The book covers mailing lists, usenet newsgroups, internet relay chat (IRC), instant messaging, and web-based message boards and lists of various sorts. For each type of community, the book describes in details what it is, the pros and cons of using it, where to find existing groups, where to find services, how to set up and manage a group using the service, and how to participate in the group (subscribe, unsubscribe, post messages, and so on).
Much of the book is more of a reference work than something you would sit down and read cover-to-cover. This is good because you can read the more general parts, decide what you want to do, then go to the detailed parts of the chapters and follow the instructions to get started fairly painlessly.
The authors also deal with practical questions like publicising your group, making money (if that's among your goals), and maintaining members' privacy; and they discuss some of the human issues like putting out flamewars without being a total dictator. A chapter of true-life stories, an appendix of resources, and an index round out the book.
I will be using the book for my own education, and also recommending it to many people. It's particularly valuable for small business owners, leaders of community action groups, and other people just beginning to dabble in using the Internet and the Web (beyond e-mail and web-surfing), and not sure what will be useful for them, too hard to set up, or too expensive. This book will answer most of their questions, so I don't have to.

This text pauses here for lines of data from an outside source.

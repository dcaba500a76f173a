/**
 * Helpers for the bench's browser tests: typing into the CodeMirror editor and waiting for the
 * solve that follows.
 */
import { mkdirSync } from 'node:fs';
import { join } from 'node:path';
import type { BrowserContext, Page } from 'playwright-core';
import { RESULTS_DIR } from '../support/browser';

/**
 * Focuses the editor by clicking near its top left corner (a click on the middle of a long
 * `.cm-content` would make the browser scroll the editor sideways to reach it). On a loaded
 * machine the click has twice been refused for 30 s as "<html> intercepts pointer events" right
 * after sign-in, never reproduced alone; then the editor is focused as a screen reader user's
 * Tab would, a screenshot of the moment is kept in test-results/, and the hit element is logged.
 */
export async function focusEditor(page: Page): Promise<void> {
  const content = page.locator('.cm-content');
  try {
    await content.click({ position: { x: 8, y: 8 }, timeout: 8_000 });
  } catch (error) {
    const hit = await content.evaluate((el) => {
      const r = el.getBoundingClientRect();
      const at = document.elementFromPoint(r.left + 8, r.top + 8);
      return `content at ${Math.round(r.left)},${Math.round(r.top)} ${Math.round(r.width)}×${Math.round(r.height)}; hit ${at?.tagName ?? 'nothing'}.${at?.className ?? ''}`;
    });
    console.warn(`focusEditor: the click was refused (${(error as Error).message.split('\n')[0]}); ${hit}`);
    mkdirSync(RESULTS_DIR, { recursive: true });
    await page.screenshot({ path: join(RESULTS_DIR, `focus-editor-refused-${Date.now()}.png`) }).catch(() => undefined);
    await content.focus();
  }
}

/** Replaces the whole netlist in the editor, as a paste would. */
export async function replaceNetlist(page: Page, text: string): Promise<void> {
  await focusEditor(page);
  await page.keyboard.press('Control+A');
  await page.keyboard.press('Delete');
  await page.keyboard.insertText(text);
}

/** Waits until a result is painted after the newest edit (the bench's performance marks). */
export async function waitForPainted(page: Page): Promise<void> {
  await page.waitForFunction(() => {
    const edits = performance.getEntriesByName('nw-edit');
    const painted = performance.getEntriesByName('nw-painted');
    const lastEdit = edits.length ? edits[edits.length - 1].startTime : -1;
    return painted.some((p) => p.startTime > lastEdit);
  }, undefined, { timeout: 15_000 });
}

/** Puts the cursor on a line of the editor (1-based) at a column (1-based). */
export async function cursorTo(page: Page, line: number, col = 1): Promise<void> {
  await focusEditor(page);
  await page.keyboard.press('Control+Home');
  for (let k = 1; k < line; k++) await page.keyboard.press('ArrowDown');
  await page.keyboard.press('Home');
  for (let k = 1; k < col; k++) await page.keyboard.press('ArrowRight');
}

/** Replaces the first occurrence of `from` on line `line` by `to`, typed as a user would. */
export async function editOnLine(page: Page, line: number, from: string, to: string): Promise<void> {
  const text = await lineText(page, line);
  const at = text.indexOf(from);
  if (at < 0) throw new Error(`line ${line} has no "${from}": ${text}`);
  await cursorTo(page, line, at + 1);
  for (let k = 0; k < from.length; k++) await page.keyboard.press('Shift+ArrowRight');
  await page.keyboard.type(to);
}

/** The text of an editor line (1-based), as rendered. */
export async function lineText(page: Page, line: number): Promise<string> {
  return (await page.locator('.cm-line').nth(line - 1).textContent()) ?? '';
}

/** The line (1-based) the cursor is on. */
export async function cursorLine(page: Page): Promise<number> {
  return page.evaluate(() => {
    const active = document.querySelector('.cm-activeLine');
    const lines = [...document.querySelectorAll('.cm-line')];
    return active ? lines.indexOf(active) + 1 : 0;
  });
}

/** The line (1-based) of the first editor line that starts with `prefix`; throws when there is none. */
export async function lineStartingWith(page: Page, prefix: string): Promise<number> {
  const line = (await page.locator('.cm-line').allTextContents()).findIndex((t) => t.startsWith(prefix)) + 1;
  if (line === 0) throw new Error(`no line starts with "${prefix}"`);
  return line;
}

/** Adds `text` as a new line after the last one, as a paste would (no completion pops up). */
export async function appendLine(page: Page, text: string): Promise<void> {
  await focusEditor(page);
  await page.keyboard.press('Control+End');
  const last = (await page.locator('.cm-line').last().textContent()) ?? '';
  await page.keyboard.insertText(last.trim() === '' ? text : `\n${text}`);
}

/** Replaces the whole netlist in one edit (select all, then paste), so no emptied text is solved between. */
export async function pasteNetlist(page: Page, text: string): Promise<void> {
  await focusEditor(page);
  await page.keyboard.press('Control+A');
  await page.keyboard.insertText(text);
}

/** A bench page that records uncaught errors and console errors. */
export interface WatchedPage extends Page {
  problems: string[];
}

/**
 * Opens `url` (a bench address) in a new page of `context` that records uncaught errors and
 * console errors, after `beforeLoad` (e.g. an init script), and waits for the first results.
 */
export async function openWatchedBench(context: BrowserContext, url: string, beforeLoad?: (page: Page) => Promise<unknown>): Promise<WatchedPage> {
  const page = (await context.newPage()) as WatchedPage;
  page.problems = [];
  page.on('pageerror', (e) => page.problems.push(e.message));
  page.on('console', (m) => {
    // The team server is not asked for in these tests; a refused fetch of it is not a fault of the bench.
    if (m.type() === 'error' && !/Failed to load resource/.test(m.text())) page.problems.push(m.text());
  });
  await beforeLoad?.(page);
  await page.goto(url);
  await page.locator('.cm-content').waitFor();
  await waitForPainted(page);
  return page;
}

All the books in the Poor Richard's series do an exemplary job of providing the right information, at the right level, for their target audience. (I do quibble about some of the editing; my gripe with this book is its use of the generic "he" with random sprinkles of "he or she" and "his or her" where writing in the plural would have conveyed the idea just as clearly. But I didn't let that stop me from learning a lot.)
You can read the table of contents and sample chapters, and check links from the book, at the book's associated website, http://PoorRichard.com/communities/.
The authors have coauthored many computer books, including Internet for Dummies, Windows 98: The Complete Reference, Internet: The Complete Reference, and E-mail for Dummies. They maintain a website with new resources and information at http://net.gurus.com/prboc/.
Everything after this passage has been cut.